Asbestos In DC Homes

Author: Susan Isaacs | The Isaacs Team

Information on detection, testing and remediation for asbestos in Washington DC homes.

What Is Asbestos?

Asbestos is a mineral fiber that occurs in rock and soil. Because of its strength and heat resistance, asbestos has been used in a variety of building construction materials for insulation and as a fire retardant. It has also been used in a wide range of manufactured goods, mostly in building materials (roofing shingles, ceiling and floor tiles, paper products, and asbestos cement products), friction products (automobile clutch, brake, and transmission parts), heat-resistant fabrics, packaging, gaskets, and coatings.

Due to its prevalence, you can expect to find asbestos products in pre-1989 homes unless it was previously remediated. Six asbestos minerals were commonly used commercially – chrysotile, amosite, crocidolite, anthophylite, tremolite and actinolite.

Is Asbestos Dangerous?

Left undisturbed or undamaged, asbestos may pose little or no threat, but when asbestos-containing material is disturbed, tiny asbestos fibers are released. These fibers enter the body through inhalation or ingestion. Exposure has been found to be a factor in the development of lung cancer, asbestosis, mesothelioma and gastrointestinal cancer.

Toxic Substances Control Act

Actions to protect the public from exposure to asbestos under the TSCA include the following:

  • 1989 Partial Ban on the manufacture, import, processing, and distribution of some asbestos-containing products. EPA also banned new uses of asbestos which prevent new asbestos products from entering the marketplace after August 25, 1989. These uses remain banned. The April 2019 final rule does not provide a way for these uses to return to the marketplace.
  • April 2019 Final Rule to ensure that asbestos products that are no longer on the market cannot return to commerce without the Agency evaluating them and putting in place any necessary restrictions or prohibiting use. The uses covered under this rule were not already prohibited under TSCA and could have returned to the market at any time.
  • Risk evaluation of asbestos under TSCA. EPA is reviewing a handful of very limited, still ongoing uses of asbestos. The evaluation of the risks associated with ongoing uses of asbestos is required under TSCA section 6. If EPA finds unreasonable risk, the Agency will take prompt action to address those risks.

Take Note

  • Asbestos was widely used in home components
  • Not dangerous if undisturbed
  • Toxic Substances Control Act bans uses

Caren Says

“While other ​agents said, “​T​his is what you need to do;” The Isaacs Team said, “​W​e can do this for you!” Our process was smooth and quick, and they designed a strategy and negotiated a sale well above our asking price; and a purchase price below asking – both in the same market.”

Buying or Selling?

April 2009 Final Rule Protections

The public is protected from uses of asbestos that are no longer on the market and are not covered under any other laws or regulations.
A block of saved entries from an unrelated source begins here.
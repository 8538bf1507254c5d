"""Real saved files for the file-validation tests, and small helpers to mutate their JSON.

The result is H2/STO-3G at 0.74 Å minimised with UCCSD; the scan is H2/STO-3G at 0.7, 0.8, 0.9 Å with a
checkpoint directory. Both are computed once per session (``functools.cache``) and handed out as JSON text, so
every test mutates its own copy.
"""

from __future__ import annotations

import json
import os
import tempfile
from functools import cache
from typing import Any

import groundkit as gk

SCAN_VALUES = (0.7, 0.8, 0.9)


def h2(r: float) -> gk.MoleculeSpec:
    """H2/STO-3G on the z axis, ``r`` Å apart."""
    return gk.MoleculeSpec(symbols=("H", "H"), coordinates=((0, 0, 0), (0, 0, r)))


@cache
def result_text() -> str:
    """The text of a saved H2/STO-3G UCCSD result."""
    with tempfile.TemporaryDirectory() as folder:
        path = os.path.join(folder, "h2.json")
        h2(0.74).pipeline().trial_state(gk.UCCSD()).run().save(path)
        with open(path, encoding="utf-8") as fh:
            return fh.read()


@cache
def scan_texts() -> tuple[str, dict[str, str]]:
    """(text of a saved H2/STO-3G scan, file name -> text of its checkpoint directory)."""
    with tempfile.TemporaryDirectory() as folder:
        checkpoint = os.path.join(folder, "checkpoint")
        scan = gk.Pipeline().trial_state(gk.UCCSD()).scan(h2, list(SCAN_VALUES), checkpoint=checkpoint)
        path = os.path.join(folder, "scan.json")
        scan.save(path)
        files = {}
        for name in sorted(os.listdir(checkpoint)):
            with open(os.path.join(checkpoint, name), encoding="utf-8") as fh:
                files[name] = fh.read()
        with open(path, encoding="utf-8") as fh:
            return fh.read(), files


def resolve(data: Any, path: tuple) -> tuple[Any, Any]:
    """(container, key) of the node at ``path``."""
    for key in path[:-1]:
        data = data[key]
    return data, path[-1]


def set_at(data: Any, path: tuple, value: Any) -> Any:
    container, key = resolve(data, path)
    container[key] = value
    return data


def delete_at(data: Any, path: tuple) -> Any:
    container, key = resolve(data, path)
    del container[key]
    return data


def write(path: Any, data: Any) -> Any:
    """Write ``data`` as JSON (NaN and Infinity allowed, as a careless writer would) and return ``path``."""
    with open(path, "w", encoding="utf-8") as fh:
        json.dump(data, fh, allow_nan=True)
    return path


def scan_dict(scan: gk.ScanResult) -> dict:
    """Comparable form of a scan (ScanResult compares by identity)."""
    from groundkit.studies.scan_persistence import scan_to_dict

    return scan_to_dict(scan)


def reload_equal(kind: str, path: Any, folder: Any) -> bool:
    """Load ``path`` (kind 'result', 'scan', 'point' or 'plan'), save it again under ``folder``, load that: True when
    the two loaded objects are equal. Raises whatever the first load raises."""
    again = os.path.join(folder, f"again-{kind}.json")
    if kind == "plan":
        from groundkit.studies.plan_persistence import plan_to_dict

        first = gk.load_plan(path)
        first.save(again)
        return plan_to_dict(gk.load_plan(again)) == plan_to_dict(first)
    if kind == "result":
        first = gk.load_result(path)
        first.save(again)
        return gk.load_result(again) == first
    if kind == "scan":
        first = gk.load_scan(path)
        first.save(again)
        return scan_dict(gk.load_scan(again)) == scan_dict(first)
    from groundkit.persistence import write_json_atomic
    from groundkit.studies.scan_persistence import point_to_dict, read_point_file

    data, point = read_point_file(path)
    write_json_atomic({**data, "point": point_to_dict(point)}, again)
    return point_to_dict(read_point_file(again)[1]) == point_to_dict(point)
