import json
import subprocess
import sys
from pathlib import Path

import numpy as np
import pytest

from groundkit.cli import main
from groundkit.studies import StudyFileError, load_scan
from groundkit.studies.toml_file import read_study
from tests.studies.helpers import pyscf_fci_curve

ROOT = Path(__file__).resolve().parents[1]

SCAN_STUDY = """\
title = "H2 stretch"

[molecule]
symbols = ["H", "H"]
coordinates = [[0, 0, 0], [0, 0, 0.74]]
basis = "sto-3g"

[components]
trial_state = "uccsd"
minimiser = { name = "bfgs", tolerance = 1e-6 }

[scan]
bond = [0, 1]
start = 0.6
stop = 0.9
points = 4

[output]
directory = "out"
"""


def _write(tmp_path: Path, text: str, name: str = "study.toml") -> Path:
    path = tmp_path / name
    path.write_text(text)
    return path


def test_a_scan_study_writes_results_and_a_summary(tmp_path, capsys):
    path = _write(tmp_path, SCAN_STUDY)
    assert main(["run", str(path), "--quiet"]) == 0
    out = tmp_path / "out"
    scan = load_scan(out / "scan.json")
    assert [round(p.value, 10) for p in scan.points] == [0.6, 0.7, 0.8, 0.9]
    exact = pyscf_fci_curve(np.array([0.6, 0.7, 0.8, 0.9]))  # PySCF FCI on the test's own molecules (reference library)
    assert [p.result.energy for p in scan.points] == pytest.approx(exact, abs=1e-8)  # UCCSD exact for 2 electrons
    assert all(abs(p.result.error) < 1e-8 for p in scan.points)  # internal consistency: the reported errors
    assert scan.points[2].molecule.distance(0, 1) == pytest.approx(0.8)
    assert (out / "summary.csv").read_text().startswith("value,energy,reference,error_mha")
    assert "H2 stretch" in (out / "summary.txt").read_text()
    assert len(list((out / "checkpoint").glob("point-*.json"))) == 4


def test_resume_uses_the_checkpoint_and_a_rerun_without_it_is_refused(tmp_path, capsys):
    path = _write(tmp_path, SCAN_STUDY)
    assert main(["run", str(path), "--quiet"]) == 0
    (tmp_path / "out" / "checkpoint" / "point-00003.json").unlink()
    assert main(["run", str(path), "--quiet"]) == 2
    assert "--resume" in capsys.readouterr().err
    assert main(["run", str(path), "--resume"]) == 0
    assert "equilibrium" in capsys.readouterr().out
    assert len(list((tmp_path / "out" / "checkpoint").glob("point-*.json"))) == 4


def test_a_single_point_study(tmp_path):
    path = _write(tmp_path, SCAN_STUDY.split("[scan]")[0])
    assert main(["run", str(path), "--quiet"]) == 0
    data = json.loads((tmp_path / "study" / "result.json").read_text())
    assert data["schema"] == "groundkit.run-result"


def test_an_unknown_key_is_refused_with_its_line(tmp_path):
    path = _write(tmp_path, SCAN_STUDY.replace("basis = ", "bassis = "))
    with pytest.raises(StudyFileError, match=r"molecule\.bassis \(line 6\): unknown key in \[molecule\] 'bassis'"):
        read_study(path)
    path = _write(tmp_path, SCAN_STUDY + "\n[plots]\nshow = true\n")
    with pytest.raises(StudyFileError, match=r"plots \(line 2[0-9]\): unknown table 'plots'"):
        read_study(path)


def test_malformed_files_name_the_key_and_line(tmp_path):
    with pytest.raises(StudyFileError, match="not valid TOML.*line 6"):
        read_study(_write(tmp_path, SCAN_STUDY.replace('basis = "sto-3g"', "basis = sto-3g")))
    with pytest.raises(StudyFileError, match=r"scan\.points \(line 16\).*integer"):
        read_study(_write(tmp_path, SCAN_STUDY.replace("points = 4", 'points = "4"')))
    with pytest.raises(StudyFileError, match=r"components\.trial_state \(line 9\): unknown trial state"):
        read_study(_write(tmp_path, SCAN_STUDY.replace('"uccsd"', '"uccsdt"')))
    with pytest.raises(StudyFileError, match=r"scan\.bond \(line 13\)"):
        read_study(_write(tmp_path, SCAN_STUDY.replace("bond = [0, 1]", "bond = [0, 5]")))
    with pytest.raises(StudyFileError, match=r"molecule\.coordinates \(line 5\).*rows for 2 atoms"):
        read_study(_write(tmp_path, SCAN_STUDY.replace("[[0, 0, 0], [0, 0, 0.74]]", "[[0, 0, 0]]")))
    with pytest.raises(StudyFileError, match="cannot be read"):
        read_study(tmp_path / "missing.toml")
    assert issubclass(StudyFileError, ValueError)


def test_python_dash_m_reports_bad_input_without_a_traceback(tmp_path):
    path = _write(tmp_path, SCAN_STUDY.replace("[output]", "[outputs]"))
    done = subprocess.run([sys.executable, "-m", "groundkit", "run", str(path)], cwd=ROOT, capture_output=True,
                          text=True, timeout=120)
    assert done.returncode == 2
    assert "unknown table 'outputs'" in done.stderr and "Traceback" not in done.stderr
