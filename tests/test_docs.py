"""The documentation stays true to the code: the generated API reference and every relative link."""

from __future__ import annotations

import importlib.util
import re
from pathlib import Path

import pytest

ROOT = Path(__file__).resolve().parents[1]
DOCS = ROOT / "docs"
LINK = re.compile(r"\[[^\]]*\]\(([^)\s]+)\)")
FENCE = re.compile(r"^```.*?^```", re.MULTILINE | re.DOTALL)


def load_generator():
    spec = importlib.util.spec_from_file_location("make_api", DOCS / "make_api.py")
    module = importlib.util.module_from_spec(spec)
    spec.loader.exec_module(module)
    return module


def test_api_reference_matches_docstrings(tmp_path):
    target = tmp_path / "api.md"
    load_generator().main(["make_api.py", str(target)])
    assert target.read_text(encoding="utf-8") == (DOCS / "api.md").read_text(encoding="utf-8"), (
        "docs/api.md is out of date: run `make docs`")


def test_api_reference_lists_every_public_name():
    import groundkit

    text = (DOCS / "api.md").read_text(encoding="utf-8")
    missing = [name for name in groundkit.__all__ if f"`{name}" not in text and f"`gk.{name}`" not in text]
    assert missing == []


def relative_links(path: Path) -> list[str]:
    text = FENCE.sub("", path.read_text(encoding="utf-8"))
    links = []
    for target in LINK.findall(text):
        if re.match(r"^[a-z][a-z0-9+.-]*:", target) or target.startswith("#"):
            continue                                     # URLs, mailto:, anchors on the same page
        links.append(target.split("#")[0])
    return links


PAGES = sorted(DOCS.glob("*.md")) + [ROOT / "README.md"]


@pytest.mark.parametrize("page", PAGES, ids=lambda p: p.name)
def test_relative_links_point_to_existing_files(page):
    broken = [target for target in relative_links(page) if not (page.parent / target).exists()]
    assert broken == [], f"{page.name} links to missing files: {broken}"


def test_index_and_readme_link_the_guide_methods_and_api():
    index = relative_links(DOCS / "index.md")
    readme = (ROOT / "README.md").read_text(encoding="utf-8")
    for page in ("guide.md", "methods.md", "api.md"):
        assert page in index
        assert f"docs/{page}" in readme
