from groundkit.errors import ComponentError, ParameterError
from groundkit.minimisers import (
    BFGS,
    BUILT_IN,
    COBYLA,
    LBFGSB,
    MINIMISER_NAMES,
    SPSA,
    Adam,
    Ending,
    FixedStepDescent,
    IterationRecord,
    Minimiser,
    MinimiserOutcome,
    NelderMead,
    minimiser_from_name,
    minimiser_options,
)

# --- analytic test functions -----------------------------------------------------------------------------------

HESSIAN = np.array([[2.0, 0.3, 0.0], [0.3, 1.0, 0.2], [0.0, 0.2, 0.5]])  # symmetric positive definite
MINIMUM = np.array([0.4, -0.3, 0.7])
E_MIN = -1.25


def quadratic(x: np.ndarray) -> float:
    """E_MIN + (x - MINIMUM)^T H (x - MINIMUM) / 2: minimum E_MIN at MINIMUM (analytic)."""
    d = x - MINIMUM
    return float(E_MIN + 0.5 * d @ HESSIAN @ d)


def quadratic_and_gradient(x: np.ndarray) -> tuple[float, np.ndarray]:
    return quadratic(x), HESSIAN @ (x - MINIMUM)


WEIGHTS = np.array([0.8, 0.5, 0.3, 0.6])
PHASES = np.array([0.6, -0.4, 1.0, 0.2])


def rotations(theta: np.ndarray) -> float:
    """-0.5 - sum_i w_i cos(theta_i - phi_i), like a product of independent rotations: minimum -0.5 - sum w at phi
    (analytic)."""
    return float(-0.5 - WEIGHTS @ np.cos(theta - PHASES))


def rotations_and_gradient(theta: np.ndarray) -> tuple[float, np.ndarray]:
    return rotations(theta), WEIGHTS * np.sin(theta - PHASES)


ROTATIONS_MIN = -0.5 - WEIGHTS.sum()


def rosenbrock(x: np.ndarray) -> float:
    """Rosenbrock (Comput. J. 3, 175 (1960)): minimum 0 at (1, 1) (analytic)."""
    return float((1.0 - x[0]) ** 2 + 100.0 * (x[1] - x[0] ** 2) ** 2)


def rosenbrock_and_gradient(x: np.ndarray) -> tuple[float, np.ndarray]:
    g = np.array([-2.0 * (1.0 - x[0]) - 400.0 * x[0] * (x[1] - x[0] ** 2), 200.0 * (x[1] - x[0] ** 2)])
    return rosenbrock(x), g


# Per method: settings that suit it, and how close (Hartree) it must come to an analytic minimum.
CASES = [
    (FixedStepDescent(step=0.5), 1e-9),
    (Adam(step=0.05), 1e-9),
    (BFGS(), 1e-10),
    (LBFGSB(), 1e-10),
    (COBYLA(), 1e-9),
    (NelderMead(), 1e-7),
    (SPSA(seed=11, a=1.0, max_iterations=800), 1e-4),  # a gain suited to curvatures near 1
]
IDS = [type(m).__name__ for m, _ in CASES]


def gentle(minimiser: Minimiser) -> Minimiser:
    """Fixed-gain methods with gains small enough for Rosenbrock's curvature (about 1000 near the start)."""
    if isinstance(minimiser, FixedStepDescent):
        return dataclasses.replace(minimiser, step=5e-4)
    if isinstance(minimiser, SPSA):
        return dataclasses.replace(minimiser, a=0.01)
    return minimiser


def run(minimiser: Minimiser, energy, gradient, x0, **kwargs) -> MinimiserOutcome:
    return minimiser.minimise(energy, np.asarray(x0, dtype=float), energy_and_gradient=gradient, **kwargs)


# --- reaching known minima -------------------------------------------------------------------------------------


@pytest.mark.parametrize(("minimiser", "tol"), CASES, ids=IDS)
def test_reaches_quadratic_minimum(minimiser, tol):
    out = run(minimiser, quadratic, quadratic_and_gradient, np.zeros(3))
    assert out.converged, out.stop_reason
    assert abs(out.energy - E_MIN) < tol  # analytic
    assert out.energy == pytest.approx(quadratic(out.parameters), abs=1e-12)


@pytest.mark.parametrize(("minimiser", "tol"), CASES, ids=IDS)
def test_reaches_rotation_minimum(minimiser, tol):
    out = run(minimiser, rotations, rotations_and_gradient, np.zeros(4))
    assert out.converged, out.stop_reason
    assert abs(out.energy - ROTATIONS_MIN) < tol  # analytic


@pytest.mark.parametrize("minimiser", [BFGS(), LBFGSB(), NelderMead()], ids=str)  # COBYLA crawls along the valley
def test_rosenbrock(minimiser):
    out = run(minimiser, rosenbrock, rosenbrock_and_gradient, [-1.2, 1.0])
    assert out.converged, out.stop_reason
    np.testing.assert_allclose(out.parameters, [1.0, 1.0], atol=2e-3)  # analytic minimum
    assert out.energy < 1e-6


def test_finite_difference_fallback_matches_gradient_run():
    out = BFGS(difference_step=1e-5).minimise(quadratic, np.zeros(3))
    assert out.converged
    assert abs(out.energy - E_MIN) < 1e-9  # analytic
    assert out.evaluations > 7 * len(out.iterations)  # 2n + 1 energies per gradient


def test_lbfgsb_bounds_stop_on_the_box():
    # minimum of the quadratic lies at 0.7 in the last coordinate; the box [-0.5, 0.5] holds it at 0.5
    out = LBFGSB(bounds=(-0.5, 0.5)).minimise(quadratic, np.zeros(3), energy_and_gradient=quadratic_and_gradient)
    assert out.converged, out.stop_reason
    assert out.parameters[2] == pytest.approx(0.5)
    assert np.all(np.abs(out.parameters) <= 0.5)
    with pytest.raises(ParameterError, match="outside bounds"):
        LBFGSB(bounds=(-0.5, 0.5)).minimise(quadratic, np.ones(3), energy_and_gradient=quadratic_and_gradient)


# --- records and callbacks -------------------------------------------------------------------------------------


@pytest.mark.parametrize("minimiser", [m for m, _ in CASES], ids=IDS)
def test_callback_once_per_iteration_with_true_energies(minimiser):
    seen: list[IterationRecord] = []
    out = run(minimiser, rotations, rotations_and_gradient, np.zeros(4), callback=seen.append)
    assert tuple(seen) == out.iterations
    assert [r.iteration for r in seen] == list(range(1, len(seen) + 1))
    counts = [r.evaluations for r in seen]
    assert counts == sorted(counts) and counts[-1] <= out.evaluations
    for record in seen:
        assert record.energy == rotations(record.parameters)  # the energy belongs to the recorded point
        assert record.wall_time >= 0.0
        if minimiser.uses_gradient:
            _, g = rotations_and_gradient(record.parameters)
            assert record.gradient_norm == pytest.approx(np.linalg.norm(g), rel=1e-12, abs=1e-15)
        else:
            assert record.gradient_norm is None
    np.testing.assert_array_equal(out.energies, [r.energy for r in seen])


def test_records_are_read_only_copies():
    def meddling(x):
        value = quadratic(x)
        x[:] = 99.0  # the minimiser hands out copies
        return value

    out = NelderMead(max_iterations=20).minimise(meddling, np.zeros(3))
    assert np.all(np.abs(out.parameters) < 5)
    with pytest.raises(ValueError):
        out.iterations[0].parameters[0] = 1.0
    json.dumps(out.to_dict())


@pytest.mark.parametrize("minimiser", [m for m, _ in CASES], ids=IDS)
def test_max_iterations_respected(minimiser):
    capped = dataclasses.replace(gentle(minimiser), max_iterations=3)
    out = run(capped, rosenbrock, rosenbrock_and_gradient, [-1.2, 1.0])
    assert len(out.iterations) == 3
    assert not out.converged
    assert out.stop_reason.startswith("max_iterations=3 reached")


def test_stop_reasons_name_the_test():
    gradient = run(BFGS(), quadratic, quadratic_and_gradient, np.zeros(3)).stop_reason
    assert gradient.startswith("gradient norm") and "below tolerance 1e-05" in gradient
    assert "trust-region radius" in run(COBYLA(), quadratic, None, np.zeros(3)).stop_reason
    assert "simplex energies" in run(NelderMead(), quadratic, None, np.zeros(3)).stop_reason
    assert "mean energy of the last 20" in run(SPSA(seed=1, a=1.0), quadratic, None, np.zeros(3)).stop_reason


def test_start_at_the_minimum_converges_without_iterations():
    out = run(FixedStepDescent(), quadratic, quadratic_and_gradient, MINIMUM)
    assert out.converged and out.iterations == () and out.evaluations == 1
    assert "at the starting point" in out.stop_reason


def test_no_parameters():
    out = run(BFGS(), lambda x: -1.0, lambda x: (-1.0, np.zeros(0)), np.zeros(0))
    assert out.converged and out.energy == -1.0 and out.iterations == ()


# --- interruptions and early stops -----------------------------------------------------------------------------


@pytest.mark.parametrize("minimiser", [m for m, _ in CASES], ids=IDS)
def test_interrupt_from_callback(minimiser):
    def impatient(record: IterationRecord) -> None:
        if record.iteration == 3:
            raise KeyboardInterrupt

    out = run(gentle(minimiser), rosenbrock, rosenbrock_and_gradient, [-1.2, 1.0], callback=impatient)
    assert not out.converged
    assert "interrupted" in out.stop_reason
    assert [r.iteration for r in out.iterations] == [1, 2, 3]
    assert out.energy == rosenbrock(out.parameters)
    if not isinstance(minimiser, SPSA):
        assert out.energy <= min(r.energy for r in out.iterations)  # the lowest energy seen


@pytest.mark.parametrize("minimiser", [m for m, _ in CASES], ids=IDS)
def test_interrupt_from_energy(minimiser):
    calls = {"n": 0, "values": []}

    def energy(x):
        calls["n"] += 1
        if calls["n"] == 25:
            raise KeyboardInterrupt
        value = rosenbrock(x)
        calls["values"].append(value)
        return value

    def energy_and_gradient(x):
        value = energy(x)
        return value, rosenbrock_and_gradient(x)[1]

    out = run(gentle(minimiser), energy, energy_and_gradient, [-1.2, 1.0])
    assert not out.converged and "interrupted" in out.stop_reason
    assert out.evaluations == 24  # every completed evaluation counted, the interrupted one not
    assert len(out.iterations) >= 1
    assert out.iterations[-1].evaluations <= 24
    if not isinstance(minimiser, SPSA):
        assert out.energy == min(calls["values"])
    else:
        assert out.energy == out.iterations[-1].energy
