"""Shared test molecules. Geometries: experimental equilibrium values from NIST CCCBDB (from memory)."""

from __future__ import annotations

import math

import pytest

import groundkit as gk
from tests.file_round_trip import _saved_files_round_trip, pytest_terminal_summary  # noqa: F401 (every saved file)


def water(basis: str = "sto-3g") -> gk.MoleculeSpec:
    """H2O at r(OH) = 0.9578 Å, angle 104.48° (NIST CCCBDB experimental, from memory)."""
    half = math.radians(104.48) / 2
    x, z = 0.9578 * math.sin(half), 0.9578 * math.cos(half)
    return gk.MoleculeSpec(symbols=("O", "H", "H"), coordinates=((0, 0, 0), (x, 0, z), (-x, 0, z)), basis=basis,
                           name="water")


def diatomic(a: str, b: str, r: float, **options) -> gk.MoleculeSpec:
    """Two atoms on the z axis, ``r`` Å apart."""
    return gk.MoleculeSpec(symbols=(a, b), coordinates=((0, 0, 0), (0, 0, r)), **options)


@pytest.fixture(scope="session")
def h2_bohr() -> gk.MoleculeSpec:
    """H2 at 1.4 bohr, the geometry of Szabo and Ostlund's minimal-basis tables."""
    return diatomic("H", "H", 1.4, unit="bohr")


@pytest.fixture(scope="session")
def lih() -> gk.MoleculeSpec:
    """LiH at 1.5949 Å: r_e as listed by NIST CCCBDB (from memory; Huber-Herzberg via the NIST WebBook: 1.5957 Å)."""
    return diatomic("Li", "H", 1.5949)


@pytest.fixture(scope="session")
def h2o() -> gk.MoleculeSpec:
    return water()


@pytest.fixture(autouse=True)
def _fresh_minimisations():
    """Each test minimises afresh: the workspace answers a repeated exact minimisation from memory (see
    docs/pipeline.md), which would hide the evaluations a test counts or interrupts."""
    gk.workspace().clear("minimisation")
    yield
Products like certain asbestos vinyl floor tiles, insulation, and other building materials, as well as clothing and manufacturing products, are prohibited from being produced and sold before EPA reviews them and puts in place any necessary restrictions or prohibits use.
EPA is not allowing new uses of asbestos. Persons subject to the rule are required to notify EPA at least 90 days before commencing any manufacturing, importing, or processing of asbestos or asbestos-containing products covered under the rule. These uses are prohibited until EPA conducts a thorough review of the notice and puts in place any necessary restrictions, including prohibiting use.
Uses of asbestos covered under the partial 1989 ban will remain banned. This rule keeps these prohibitions in place and would not amend them in any way. In other words, this action does not provide a means by which these prohibited products could return to the marketplace.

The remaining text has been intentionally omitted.